Supplied records.
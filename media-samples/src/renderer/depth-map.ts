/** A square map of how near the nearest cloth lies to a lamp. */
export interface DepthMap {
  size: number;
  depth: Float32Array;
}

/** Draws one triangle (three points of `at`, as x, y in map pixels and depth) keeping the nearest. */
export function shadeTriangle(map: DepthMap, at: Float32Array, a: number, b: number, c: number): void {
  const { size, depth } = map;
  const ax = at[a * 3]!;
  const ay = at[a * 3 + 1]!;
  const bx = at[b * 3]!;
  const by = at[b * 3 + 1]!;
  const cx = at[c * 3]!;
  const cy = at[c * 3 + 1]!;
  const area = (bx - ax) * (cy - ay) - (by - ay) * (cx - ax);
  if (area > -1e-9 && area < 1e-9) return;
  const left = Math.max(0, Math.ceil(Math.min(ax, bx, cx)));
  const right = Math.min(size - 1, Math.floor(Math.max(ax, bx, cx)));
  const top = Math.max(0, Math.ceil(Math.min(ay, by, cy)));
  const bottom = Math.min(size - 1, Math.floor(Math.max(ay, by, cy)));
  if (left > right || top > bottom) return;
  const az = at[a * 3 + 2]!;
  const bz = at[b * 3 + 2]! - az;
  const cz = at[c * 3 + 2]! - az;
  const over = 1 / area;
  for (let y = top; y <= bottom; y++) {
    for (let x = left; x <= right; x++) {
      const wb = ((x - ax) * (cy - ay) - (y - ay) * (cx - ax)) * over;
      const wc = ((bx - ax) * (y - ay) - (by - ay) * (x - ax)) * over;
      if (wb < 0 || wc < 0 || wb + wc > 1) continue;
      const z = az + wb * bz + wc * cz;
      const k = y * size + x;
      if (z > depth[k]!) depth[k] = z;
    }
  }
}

==

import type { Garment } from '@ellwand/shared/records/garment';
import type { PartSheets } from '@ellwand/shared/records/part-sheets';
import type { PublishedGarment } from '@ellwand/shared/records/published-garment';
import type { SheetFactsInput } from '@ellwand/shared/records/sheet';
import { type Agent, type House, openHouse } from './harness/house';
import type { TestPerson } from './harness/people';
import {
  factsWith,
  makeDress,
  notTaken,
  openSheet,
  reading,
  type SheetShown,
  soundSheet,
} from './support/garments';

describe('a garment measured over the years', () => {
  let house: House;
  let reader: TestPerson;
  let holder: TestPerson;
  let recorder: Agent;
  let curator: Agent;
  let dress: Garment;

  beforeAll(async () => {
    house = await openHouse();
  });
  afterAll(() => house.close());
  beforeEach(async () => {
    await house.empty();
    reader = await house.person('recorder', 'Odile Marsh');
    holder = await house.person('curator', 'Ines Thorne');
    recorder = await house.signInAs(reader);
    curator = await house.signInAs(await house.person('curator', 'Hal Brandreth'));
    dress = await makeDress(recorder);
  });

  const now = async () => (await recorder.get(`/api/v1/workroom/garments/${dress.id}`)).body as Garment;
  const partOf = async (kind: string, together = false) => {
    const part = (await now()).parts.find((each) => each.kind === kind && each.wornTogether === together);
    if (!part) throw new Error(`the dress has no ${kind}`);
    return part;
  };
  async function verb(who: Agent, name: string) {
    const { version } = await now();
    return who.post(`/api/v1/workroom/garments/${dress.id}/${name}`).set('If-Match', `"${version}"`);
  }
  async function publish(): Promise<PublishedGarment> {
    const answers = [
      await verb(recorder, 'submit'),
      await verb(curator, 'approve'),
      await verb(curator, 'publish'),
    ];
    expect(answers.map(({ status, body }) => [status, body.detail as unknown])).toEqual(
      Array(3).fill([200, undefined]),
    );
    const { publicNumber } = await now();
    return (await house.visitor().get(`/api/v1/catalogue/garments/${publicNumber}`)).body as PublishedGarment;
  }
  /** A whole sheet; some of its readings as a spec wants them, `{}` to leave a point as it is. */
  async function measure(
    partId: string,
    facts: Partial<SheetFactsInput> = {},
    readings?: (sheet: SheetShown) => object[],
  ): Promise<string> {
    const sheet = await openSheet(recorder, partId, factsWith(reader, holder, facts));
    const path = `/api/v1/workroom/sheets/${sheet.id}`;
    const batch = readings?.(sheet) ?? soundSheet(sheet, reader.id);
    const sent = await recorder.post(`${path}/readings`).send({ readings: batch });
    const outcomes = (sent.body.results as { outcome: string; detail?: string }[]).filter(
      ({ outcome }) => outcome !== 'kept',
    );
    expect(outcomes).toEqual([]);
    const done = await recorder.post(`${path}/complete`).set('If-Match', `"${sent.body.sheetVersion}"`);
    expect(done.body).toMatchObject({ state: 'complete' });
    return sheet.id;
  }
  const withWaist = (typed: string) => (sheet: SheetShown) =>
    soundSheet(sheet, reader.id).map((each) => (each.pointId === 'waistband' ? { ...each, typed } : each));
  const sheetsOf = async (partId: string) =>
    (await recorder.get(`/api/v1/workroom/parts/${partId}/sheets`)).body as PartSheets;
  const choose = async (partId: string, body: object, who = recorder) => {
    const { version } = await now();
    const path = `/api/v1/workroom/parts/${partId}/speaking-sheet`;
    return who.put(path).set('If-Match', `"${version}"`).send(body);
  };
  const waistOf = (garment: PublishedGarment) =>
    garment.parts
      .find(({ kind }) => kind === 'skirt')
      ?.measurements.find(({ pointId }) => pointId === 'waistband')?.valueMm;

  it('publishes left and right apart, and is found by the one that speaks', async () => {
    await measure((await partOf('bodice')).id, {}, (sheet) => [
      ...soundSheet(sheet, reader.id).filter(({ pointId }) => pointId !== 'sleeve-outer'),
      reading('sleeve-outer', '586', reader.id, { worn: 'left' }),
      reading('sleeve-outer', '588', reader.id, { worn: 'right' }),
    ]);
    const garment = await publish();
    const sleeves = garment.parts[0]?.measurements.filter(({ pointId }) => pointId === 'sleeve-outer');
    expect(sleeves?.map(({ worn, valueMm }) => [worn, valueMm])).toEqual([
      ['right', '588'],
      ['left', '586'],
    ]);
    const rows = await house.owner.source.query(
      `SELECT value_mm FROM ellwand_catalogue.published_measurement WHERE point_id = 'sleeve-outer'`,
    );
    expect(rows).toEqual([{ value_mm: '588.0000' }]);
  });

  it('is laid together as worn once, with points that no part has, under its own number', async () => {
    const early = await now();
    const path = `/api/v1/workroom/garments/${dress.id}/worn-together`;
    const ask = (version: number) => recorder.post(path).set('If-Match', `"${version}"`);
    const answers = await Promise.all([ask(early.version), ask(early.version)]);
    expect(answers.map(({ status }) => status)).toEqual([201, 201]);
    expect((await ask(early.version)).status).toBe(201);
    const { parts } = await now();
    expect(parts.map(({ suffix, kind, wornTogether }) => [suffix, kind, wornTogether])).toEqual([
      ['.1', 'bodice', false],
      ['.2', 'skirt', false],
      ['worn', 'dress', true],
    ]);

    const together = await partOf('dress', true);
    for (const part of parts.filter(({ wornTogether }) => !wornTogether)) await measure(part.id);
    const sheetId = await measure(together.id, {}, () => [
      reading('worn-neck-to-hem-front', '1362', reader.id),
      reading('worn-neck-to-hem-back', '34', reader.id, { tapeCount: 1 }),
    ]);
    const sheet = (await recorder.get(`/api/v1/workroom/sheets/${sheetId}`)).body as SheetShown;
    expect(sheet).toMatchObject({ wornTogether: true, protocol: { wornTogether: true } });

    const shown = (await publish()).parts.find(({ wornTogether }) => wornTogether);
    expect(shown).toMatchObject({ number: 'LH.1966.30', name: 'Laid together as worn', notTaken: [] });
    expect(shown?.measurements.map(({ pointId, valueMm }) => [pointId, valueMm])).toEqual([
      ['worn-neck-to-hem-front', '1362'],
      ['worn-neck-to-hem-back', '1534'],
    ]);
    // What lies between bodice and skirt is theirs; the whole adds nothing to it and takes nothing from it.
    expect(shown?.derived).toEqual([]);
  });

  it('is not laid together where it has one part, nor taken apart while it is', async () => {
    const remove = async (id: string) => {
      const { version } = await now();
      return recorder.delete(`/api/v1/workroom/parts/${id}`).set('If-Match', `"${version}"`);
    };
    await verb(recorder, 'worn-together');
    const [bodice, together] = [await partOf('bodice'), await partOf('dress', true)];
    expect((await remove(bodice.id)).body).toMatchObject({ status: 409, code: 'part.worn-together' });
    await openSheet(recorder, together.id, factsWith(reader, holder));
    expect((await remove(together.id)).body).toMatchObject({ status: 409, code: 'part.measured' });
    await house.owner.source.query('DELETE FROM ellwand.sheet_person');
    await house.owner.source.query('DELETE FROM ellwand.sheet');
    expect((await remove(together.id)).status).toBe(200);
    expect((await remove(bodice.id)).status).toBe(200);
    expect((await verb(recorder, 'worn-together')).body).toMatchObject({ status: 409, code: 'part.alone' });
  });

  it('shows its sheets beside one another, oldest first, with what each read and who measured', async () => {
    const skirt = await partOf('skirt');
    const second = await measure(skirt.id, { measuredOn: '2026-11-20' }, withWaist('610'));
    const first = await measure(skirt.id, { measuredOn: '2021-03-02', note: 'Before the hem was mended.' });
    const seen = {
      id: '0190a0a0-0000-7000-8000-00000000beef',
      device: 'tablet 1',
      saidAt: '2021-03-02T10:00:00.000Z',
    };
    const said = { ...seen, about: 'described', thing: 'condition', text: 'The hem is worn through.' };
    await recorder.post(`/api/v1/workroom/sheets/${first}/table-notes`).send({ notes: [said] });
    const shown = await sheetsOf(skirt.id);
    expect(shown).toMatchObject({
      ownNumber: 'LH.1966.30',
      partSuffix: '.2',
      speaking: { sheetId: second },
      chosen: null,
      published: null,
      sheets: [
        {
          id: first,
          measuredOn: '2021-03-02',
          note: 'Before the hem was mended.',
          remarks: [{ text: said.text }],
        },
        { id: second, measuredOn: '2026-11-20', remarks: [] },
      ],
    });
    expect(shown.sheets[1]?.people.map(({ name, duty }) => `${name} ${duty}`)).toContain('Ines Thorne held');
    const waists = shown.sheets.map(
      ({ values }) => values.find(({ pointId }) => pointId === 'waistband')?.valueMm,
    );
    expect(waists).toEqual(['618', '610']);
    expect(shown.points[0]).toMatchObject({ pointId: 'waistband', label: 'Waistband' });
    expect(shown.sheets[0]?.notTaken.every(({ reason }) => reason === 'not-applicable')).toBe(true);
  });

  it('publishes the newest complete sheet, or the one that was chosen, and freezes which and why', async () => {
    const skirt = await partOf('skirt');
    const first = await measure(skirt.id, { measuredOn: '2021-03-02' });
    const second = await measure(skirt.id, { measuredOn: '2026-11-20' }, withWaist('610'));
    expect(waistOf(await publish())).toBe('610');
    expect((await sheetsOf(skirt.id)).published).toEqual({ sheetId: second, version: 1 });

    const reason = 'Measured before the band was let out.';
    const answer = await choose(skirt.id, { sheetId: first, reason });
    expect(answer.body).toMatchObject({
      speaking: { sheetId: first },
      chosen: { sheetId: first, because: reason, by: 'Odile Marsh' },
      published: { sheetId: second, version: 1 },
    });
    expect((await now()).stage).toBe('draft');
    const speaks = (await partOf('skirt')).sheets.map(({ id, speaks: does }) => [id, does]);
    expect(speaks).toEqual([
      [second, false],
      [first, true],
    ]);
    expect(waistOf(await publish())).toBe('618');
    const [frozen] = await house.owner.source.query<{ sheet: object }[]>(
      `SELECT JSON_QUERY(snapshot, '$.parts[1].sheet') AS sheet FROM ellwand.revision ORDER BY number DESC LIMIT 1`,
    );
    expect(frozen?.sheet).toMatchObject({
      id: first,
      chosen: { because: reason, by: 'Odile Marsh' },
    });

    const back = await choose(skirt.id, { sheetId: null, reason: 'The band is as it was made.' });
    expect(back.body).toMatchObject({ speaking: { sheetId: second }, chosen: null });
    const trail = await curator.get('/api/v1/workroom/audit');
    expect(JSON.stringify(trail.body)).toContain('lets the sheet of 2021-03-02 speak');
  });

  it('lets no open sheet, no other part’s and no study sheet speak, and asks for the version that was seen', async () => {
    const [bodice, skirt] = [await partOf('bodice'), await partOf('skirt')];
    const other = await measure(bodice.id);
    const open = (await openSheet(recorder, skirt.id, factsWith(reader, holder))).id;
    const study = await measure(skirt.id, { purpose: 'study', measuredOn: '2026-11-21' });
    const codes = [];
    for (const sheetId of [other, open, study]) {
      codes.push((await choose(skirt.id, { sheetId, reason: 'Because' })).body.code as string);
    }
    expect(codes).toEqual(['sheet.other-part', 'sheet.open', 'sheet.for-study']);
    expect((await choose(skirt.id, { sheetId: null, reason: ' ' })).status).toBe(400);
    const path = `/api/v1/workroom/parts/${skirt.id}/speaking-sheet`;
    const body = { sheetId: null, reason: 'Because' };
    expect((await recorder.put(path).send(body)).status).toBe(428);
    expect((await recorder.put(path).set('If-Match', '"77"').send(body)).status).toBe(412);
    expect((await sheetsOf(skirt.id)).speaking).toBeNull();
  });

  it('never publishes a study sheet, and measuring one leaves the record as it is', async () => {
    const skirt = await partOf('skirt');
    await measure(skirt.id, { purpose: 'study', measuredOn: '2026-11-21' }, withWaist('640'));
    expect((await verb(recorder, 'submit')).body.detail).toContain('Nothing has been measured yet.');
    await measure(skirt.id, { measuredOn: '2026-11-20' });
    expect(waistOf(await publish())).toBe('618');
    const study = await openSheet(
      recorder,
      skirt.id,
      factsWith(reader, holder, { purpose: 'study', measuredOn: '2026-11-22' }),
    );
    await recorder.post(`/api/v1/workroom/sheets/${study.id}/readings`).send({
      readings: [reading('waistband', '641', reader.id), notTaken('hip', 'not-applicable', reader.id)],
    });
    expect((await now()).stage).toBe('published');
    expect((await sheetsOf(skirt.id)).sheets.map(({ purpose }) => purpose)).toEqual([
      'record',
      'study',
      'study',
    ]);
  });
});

* * *

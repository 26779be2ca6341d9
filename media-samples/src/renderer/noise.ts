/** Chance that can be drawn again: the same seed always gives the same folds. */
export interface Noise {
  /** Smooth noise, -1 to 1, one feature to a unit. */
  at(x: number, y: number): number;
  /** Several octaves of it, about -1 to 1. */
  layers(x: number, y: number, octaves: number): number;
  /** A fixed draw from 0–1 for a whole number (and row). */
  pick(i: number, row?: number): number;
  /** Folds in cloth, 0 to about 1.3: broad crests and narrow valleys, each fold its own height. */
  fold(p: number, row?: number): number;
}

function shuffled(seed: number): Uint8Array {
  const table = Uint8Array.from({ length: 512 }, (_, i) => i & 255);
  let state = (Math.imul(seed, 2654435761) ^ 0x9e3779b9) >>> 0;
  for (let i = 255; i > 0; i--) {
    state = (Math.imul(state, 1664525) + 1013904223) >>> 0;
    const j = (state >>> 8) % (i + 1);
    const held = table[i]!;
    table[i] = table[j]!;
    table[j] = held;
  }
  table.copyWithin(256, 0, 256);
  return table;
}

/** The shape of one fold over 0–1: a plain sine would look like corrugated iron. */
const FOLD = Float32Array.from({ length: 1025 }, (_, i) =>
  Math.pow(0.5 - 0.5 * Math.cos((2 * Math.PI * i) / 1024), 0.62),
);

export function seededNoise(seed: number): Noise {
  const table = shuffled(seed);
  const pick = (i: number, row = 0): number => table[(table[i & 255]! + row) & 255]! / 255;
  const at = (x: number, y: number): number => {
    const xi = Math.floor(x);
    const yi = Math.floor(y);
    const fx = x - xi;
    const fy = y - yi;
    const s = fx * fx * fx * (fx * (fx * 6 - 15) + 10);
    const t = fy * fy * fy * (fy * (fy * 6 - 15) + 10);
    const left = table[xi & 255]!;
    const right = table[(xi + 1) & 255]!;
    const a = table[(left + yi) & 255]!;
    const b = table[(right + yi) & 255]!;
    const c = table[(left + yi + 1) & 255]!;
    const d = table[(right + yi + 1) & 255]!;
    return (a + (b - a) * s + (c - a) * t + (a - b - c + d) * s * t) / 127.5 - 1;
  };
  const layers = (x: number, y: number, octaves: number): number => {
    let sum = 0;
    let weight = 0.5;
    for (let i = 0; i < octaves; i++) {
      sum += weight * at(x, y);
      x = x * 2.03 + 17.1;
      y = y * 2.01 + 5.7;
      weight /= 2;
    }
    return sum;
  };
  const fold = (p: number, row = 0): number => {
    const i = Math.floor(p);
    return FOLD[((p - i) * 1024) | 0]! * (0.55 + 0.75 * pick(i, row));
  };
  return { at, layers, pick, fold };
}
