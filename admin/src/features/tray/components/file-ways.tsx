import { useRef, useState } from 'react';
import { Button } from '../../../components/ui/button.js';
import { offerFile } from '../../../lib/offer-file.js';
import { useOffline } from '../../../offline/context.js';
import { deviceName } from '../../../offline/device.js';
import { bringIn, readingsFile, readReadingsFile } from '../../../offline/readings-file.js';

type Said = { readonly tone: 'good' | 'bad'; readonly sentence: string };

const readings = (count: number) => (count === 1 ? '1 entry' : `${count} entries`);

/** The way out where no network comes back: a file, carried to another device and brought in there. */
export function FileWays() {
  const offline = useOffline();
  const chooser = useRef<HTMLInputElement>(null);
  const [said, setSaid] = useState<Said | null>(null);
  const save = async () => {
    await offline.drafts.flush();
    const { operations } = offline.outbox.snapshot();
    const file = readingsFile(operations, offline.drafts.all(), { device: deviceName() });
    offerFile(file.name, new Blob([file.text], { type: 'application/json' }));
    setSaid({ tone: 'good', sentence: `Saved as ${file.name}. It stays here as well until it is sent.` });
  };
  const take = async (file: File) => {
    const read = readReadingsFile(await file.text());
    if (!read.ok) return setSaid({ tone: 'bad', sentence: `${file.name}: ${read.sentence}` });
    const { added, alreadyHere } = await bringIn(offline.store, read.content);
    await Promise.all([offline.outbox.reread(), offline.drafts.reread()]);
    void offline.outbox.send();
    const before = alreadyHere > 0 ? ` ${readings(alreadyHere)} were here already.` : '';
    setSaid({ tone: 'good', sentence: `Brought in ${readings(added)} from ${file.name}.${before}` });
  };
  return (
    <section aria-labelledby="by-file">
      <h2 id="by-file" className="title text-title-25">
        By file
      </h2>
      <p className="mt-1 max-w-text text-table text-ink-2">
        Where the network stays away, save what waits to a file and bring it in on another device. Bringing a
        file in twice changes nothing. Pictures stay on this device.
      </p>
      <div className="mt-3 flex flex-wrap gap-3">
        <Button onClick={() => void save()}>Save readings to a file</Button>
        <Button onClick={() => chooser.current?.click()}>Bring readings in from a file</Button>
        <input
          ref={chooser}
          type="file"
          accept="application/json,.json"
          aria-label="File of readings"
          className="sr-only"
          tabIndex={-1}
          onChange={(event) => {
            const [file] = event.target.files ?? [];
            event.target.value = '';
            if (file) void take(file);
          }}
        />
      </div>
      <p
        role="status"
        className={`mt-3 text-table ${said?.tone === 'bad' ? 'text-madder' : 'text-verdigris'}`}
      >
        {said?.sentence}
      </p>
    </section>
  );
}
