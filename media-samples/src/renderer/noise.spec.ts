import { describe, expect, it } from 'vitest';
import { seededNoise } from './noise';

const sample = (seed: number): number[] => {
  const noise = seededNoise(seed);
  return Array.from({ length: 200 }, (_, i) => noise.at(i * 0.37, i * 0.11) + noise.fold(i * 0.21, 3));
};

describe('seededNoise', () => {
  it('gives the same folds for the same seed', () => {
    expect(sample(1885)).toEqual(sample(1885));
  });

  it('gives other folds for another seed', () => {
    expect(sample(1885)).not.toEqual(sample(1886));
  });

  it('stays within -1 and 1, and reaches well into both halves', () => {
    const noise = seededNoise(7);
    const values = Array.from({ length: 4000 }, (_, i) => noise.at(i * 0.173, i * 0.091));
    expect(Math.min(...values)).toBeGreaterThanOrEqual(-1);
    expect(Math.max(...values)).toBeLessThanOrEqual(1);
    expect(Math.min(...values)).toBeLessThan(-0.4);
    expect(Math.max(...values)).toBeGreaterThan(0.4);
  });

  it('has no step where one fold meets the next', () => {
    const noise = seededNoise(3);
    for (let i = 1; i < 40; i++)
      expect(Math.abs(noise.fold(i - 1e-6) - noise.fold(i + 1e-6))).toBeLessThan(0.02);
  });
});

Work task. Go through the listing, find each line with the word "offerFile", and copy it.

Output for this task.
import { offerFile } from '../../../lib/offer-file.js';
    offerFile(file.name, new Blob([file.text], { type: 'application/json' }));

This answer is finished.